In NLP, representational systems describe how people internally code experience through the senses.

We do not only remember events as abstract information. We represent them internally through images, sounds, feelings, words, sensations, and sometimes smell or taste.

These internal representations influence how we remember, communicate, feel, decide, and respond.

The Sensory Basis of Experience

NLP works with the idea that experience is represented through sensory channels.

The main representational systems are:
▪️ Visual — images, colours, shapes, movement, distance, brightness
▪️ Auditory — sounds, voices, tone, rhythm, volume, internal dialogue
▪️ Kinesthetic — feelings, body sensations, pressure, movement, temperature, emotional state
▪️ Olfactory — smell
▪️ Gustatory — taste

Most practical NLP work focuses strongly on visual, auditory, and kinesthetic representation because these are often easiest to notice and work with in coaching and communication.

Internal Representation

When a person remembers a situation, they do not replay reality itself.
They recreate an internal representation of it.
They may see an image, hear a voice, feel a sensation, or describe it with internal words. The structure of that representation affects the response.
For example, a memory that appears large, close, bright, and loud may create a stronger emotional reaction than one that appears distant, quiet, and less vivid.

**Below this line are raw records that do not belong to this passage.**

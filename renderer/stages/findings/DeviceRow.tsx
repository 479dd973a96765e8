/** One fuse or breaker: its window, what it must interrupt, from where it is fed; opened, its time–current picture. */
import Box from '@mui/material/Box';
import Button from '@mui/material/Button';
import ButtonBase from '@mui/material/ButtonBase';
import type { ReactElement } from 'react';
import type { DeviceStudy, Finding } from '../../../core/api.ts';
import { partName } from '../../../core/api.ts';
import { FuseWindowBar } from '../../charts/FuseWindowBar.tsx';
import { TimeCurrent } from '../../charts/TimeCurrent.tsx';
import { SeverityMark } from '../../controls/SeverityMark.tsx';
import { useOpenJob } from '../../state/openJob.ts';
import { useSession } from '../../state/session.ts';
import { goToFindingsOf } from './findingsView.ts';
import { barShares, MeasuredBar } from './LimitBar.tsx';
import { amps, bandWords, interruptWords, pictureWords, timeCurrentTitle, windowFigures } from './protectionWords.ts';

export interface DeviceRowProps {
  readonly device: DeviceStudy;
  /** About this device before any other part, worst first. */
  readonly findings: readonly Finding[];
  readonly isOpen: boolean;
  readonly onToggle: () => void;
}

export function DeviceRow({ device, findings, isOpen, onToggle }: DeviceRowProps): ReactElement {
  const job = useOpenJob((open) => open.job);
  const panel = `device-${device.id.replaceAll(/[^A-Za-z0-9]+/g, '-')}`;
  return (
    <Box
      component="li"
      sx={{ borderTop: '1px solid var(--hair)', backgroundColor: isOpen ? 'var(--sheet)' : 'transparent' }}
    >
      <Box sx={ROW}>
        <Box component="h3" sx={{ m: 0, fontSize: '0.9375rem', fontWeight: 400, minWidth: 0 }}>
          <ButtonBase
            data-device={device.id}
            aria-expanded={isOpen}
            aria-controls={isOpen ? panel : undefined}
            onClick={onToggle}
            sx={NAME}
          >
            <svg
              width="10"
              height="10"
              viewBox="0 0 12 12"
              aria-hidden="true"
              focusable="false"
              style={{ flex: 'none' }}
            >
              <polyline
                points={isOpen ? '1,8 6,3 11,8' : '1,4 6,9 11,4'}
                fill="none"
                stroke="currentColor"
                strokeWidth="1.5"
              />
            </svg>
            <span style={{ minWidth: 0, overflowWrap: 'anywhere' }}>
              <strong>{partName(job, device.id)}</strong>{' '}
              <span style={{ color: 'var(--soft)', whiteSpace: 'nowrap' }}>
                {`${amps(device.ratingA)} ${device.kind}`}
                <span className="only-read">: time–current picture</span>
              </span>
            </span>
          </ButtonBase>
          <Verdict device={device} findings={findings} />
        </Box>
        <Window device={device} />
        <Interrupt device={device} />
        <Ends device={device} />
      </Box>
      {isOpen && (
        <Box id={panel} sx={{ padding: '0.25rem 0.75rem 0.75rem' }}>
          <Picture device={device} />
        </Box>
      )}
    </Box>
  );
}

/** By the list's own width in letters, so that large text counts as narrow too. */
const NARROW = '@container (max-width: 46rem)';
const ROW = {
  display: 'grid',
  gridTemplateColumns: '11rem minmax(10rem, 1fr) 10.5rem 4.25rem',
  columnGap: '1rem',
  rowGap: '0.25rem',
  alignItems: 'start',
  padding: '0.375rem 0.5rem',
  fontSize: '0.8125rem',
  lineHeight: 1.35,
  [NARROW]: { gridTemplateColumns: 'minmax(0, 1fr)' },
} as const;
const NAME = {
  display: 'flex',
  alignItems: 'baseline',
  justifyContent: 'flex-start',
  gap: '0.5rem',
  width: '100%',
  minHeight: '1.5rem',
  textAlign: 'left',
  font: 'inherit',
  lineHeight: 1.3,
  '&:hover': { backgroundColor: 'var(--lit)' },
  '&.Mui-focusVisible': { outline: '2px solid var(--volt)', outlineOffset: 0 },
  '@media (pointer: coarse)': { minHeight: 44 },
} as const;

function Verdict({ device, findings }: Pick<DeviceRowProps, 'device' | 'findings'>): ReactElement {
  const [worst] = findings;
  if (worst === undefined) {
    return <Box sx={{ paddingLeft: '1.125rem', fontSize: '0.8125rem', color: 'var(--soft)' }}>no finding</Box>;
  }
  const words = findings.length === 1 ? '1 finding' : `${String(findings.length)} findings`;
  return (
    <Box sx={{ display: 'flex', alignItems: 'baseline', gap: '0.5rem', paddingLeft: '1.125rem' }}>
      <SeverityMark severity={worst.severity} />
      <Button onClick={() => goToFindingsOf(device.id)} sx={LINK}>
        {words}
        <span className="only-read"> about {device.id}</span>
      </Button>
    </Box>
  );
}

const LINK = {
  paddingInline: 0,
  minHeight: '1.5rem',
  minWidth: 0,
  fontSize: '0.8125rem',
  textDecoration: 'underline',
  '@media (pointer: coarse)': { minHeight: 44 },
} as const;

function Window({ device: { window } }: { readonly device: DeviceStudy }): ReactElement {
  if ('missing' in window) return <Box sx={{ color: 'var(--soft)' }}>No window without {window.missing}.</Box>;
  const inside = window.standardInside.map((ratingA) => amps(ratingA));
  return (
    <Box sx={{ minWidth: 0 }}>
      <FuseWindowBar window={window} />
      <Box sx={{ fontVariantNumeric: 'tabular-nums' }}>{windowFigures(window)}</Box>
      <Box sx={{ color: window.fits ? 'var(--soft)' : 'var(--stop)' }}>
        {window.fits ? `Inside; standard there: ${listed(inside)}` : sentence(window.words)}
      </Box>
    </Box>
  );
}

/** Many standard sizes fit under a thick wire: the ends tell enough. */
function listed(ratings: readonly string[]): string {
  if (ratings.length <= 4) return ratings.length === 0 ? 'none' : ratings.join(', ');
  return `${ratings[0] ?? ''} to ${ratings.at(-1) ?? ''}, ${String(ratings.length)} sizes`;
}

/** What the window says after its figures, which stand above. */
function sentence(words: string): string {
  const said = words.split('; ').slice(1).join('; ');
  return said.charAt(0).toUpperCase() + said.slice(1);
}

function Interrupt({ device }: { readonly device: DeviceStudy }): ReactElement {
  const { fault, interruptA, ok } = device;
  const shares =
    fault === null || interruptA === null
      ? null
      : barShares({ measured: { value: fault.highestA, unit: 'A' }, limit: { value: interruptA, unit: 'A' } });
  return (
    <Box sx={{ minWidth: 0 }}>
      {shares !== null && <MeasuredBar {...shares} fill={ok === false ? 'var(--stop)' : 'var(--volt)'} />}
      <Box sx={{ fontVariantNumeric: 'tabular-nums', color: ok === false ? 'var(--stop)' : 'inherit' }}>
        {interruptWords(device)}
      </Box>
    </Box>
  );
}

/** Arrows from where a source feeds it: two where it stays live with either side open. */
function Ends({ device: { fault } }: { readonly device: DeviceStudy }): ReactElement {
  if (fault === null) return <span />;
  const both = fault.fromBothSides;
  return (
    <Box sx={{ [NARROW]: { display: 'flex', gap: '0.5rem', alignItems: 'center' } }}>
      <svg width="56" height="16" viewBox="0 0 56 16" aria-hidden="true" focusable="false">
        <rect x="21" y="3" width="14" height="10" fill="none" stroke="var(--ink)" strokeWidth="1.5" />
        <path d="M1 8H19M13 3L19 8L13 13" fill="none" stroke="var(--copper)" strokeWidth="2" />
        {both && <path d="M55 8H37M43 3L37 8L43 13" fill="none" stroke="var(--copper)" strokeWidth="2" />}
      </svg>
      <Box sx={{ fontWeight: both ? 600 : 400 }}>{both ? 'fed from both ends' : 'fed from one end'}</Box>
    </Box>
  );
}

function Picture({ device }: { readonly device: DeviceStudy }): ReactElement {
  const words = pictureWords(device);
  const title = timeCurrentTitle(device);
  return (
    <Box sx={{ display: 'flex', flexWrap: 'wrap', gap: '0.25rem 1.5rem' }}>
      <Box sx={{ flex: '1 1 32rem', minWidth: 0, maxWidth: '44rem' }}>
        {device.fault === null && 'missing' in device.band ? (
          <p style={{ margin: 0, fontWeight: 600 }}>{title}</p>
        ) : (
          <TimeCurrent study={device} title={title} spoken={[title, ...words].join('. ')} />
        )}
      </Box>
      <Box sx={{ flex: '1 1 16rem', minWidth: 0, fontSize: '0.8125rem', lineHeight: 1.4, maxWidth: '44rem' }}>
        <Box component="p" sx={{ m: 0, color: 'var(--soft)' }}>
          {bandWords(device)}
        </Box>
        {words.length > 0 && (
          <Box component="ul" sx={{ m: '0.25rem 0', paddingInlineStart: '1.125rem' }}>
            {words.map((text) => (
              <li key={text}>{text}</li>
            ))}
          </Box>
        )}
        <Button onClick={() => show(device)} sx={LINK}>
          Show in the wiring<span className="only-read"> {device.id}</span>
        </Button>
      </Box>
    </Box>
  );
}

function show({ id, withstand }: DeviceStudy): void {
  const { light, select } = useOpenJob.getState();
  light(withstand === null ? [id] : [id, withstand.cable]);
  select({ parts: [id] });
  useSession.getState().goStage('wiring');
}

NLP pays attention to this structure because changing how something is represented can sometimes change how it is experienced.

Language Gives Clues

People often reveal their preferred representational patterns through language.

Someone may say:
▪️ “I see what you mean.”
▪️ “That sounds right.”
▪️ “I feel stuck.”
▪️ “This leaves a bad taste.”
▪️ “Something about this smells wrong.”

These phrases are not always literal, but they can give useful clues about how a person is internally organizing experience.

In communication, noticing representational language can help create better understanding. It can also help a coach ask questions in a way that fits the client’s internal experience more naturally.

Why Representational Systems Matter

Representational systems matter because they influence state.

What a person sees internally, hears internally, or feels internally can change their confidence, motivation, fear, calmness, or sense of possibility.

This is one reason two people may respond differently to the same situation.
One person may internally picture failure.
Another may hear encouraging self-talk.
Another may feel physical tension before anything has happened.

The external situation may be similar, but the internal representation is different.

Use in Coaching

In NLP coaching, representational systems can help make internal experience more specific.

Instead of saying only, “I feel bad about this,” the client may begin to notice how that feeling is constructed.
▪️ What image is connected to it?
▪️ What voice or phrase is present?
▪️ Where is the feeling located?
▪️ How strong is it?
▪️ What changes when the image, sound, or sensation changes?

This makes the experience more workable. It turns something vague into something that can be observed and adjusted.

Use in Communication

Representational systems can also support communication.

When a person speaks in visual language, auditory language, or feeling-based language, matching that style carefully can improve clarity and rapport.
This does not mean copying someone mechanically.
It means paying attention to the way they are making sense of the world and responding in a way that respects their internal language.

Better communication often begins by entering the other person’s map before trying to change it.

Practical Relevance

Representational systems are useful because they make internal experience easier to notice.

They help explain why people react differently, why some memories feel stronger than others, why certain words create stronger responses, and why changing internal structure can change external behaviour.

NLP uses this awareness to support clearer communication, better self-management, and more flexible responses.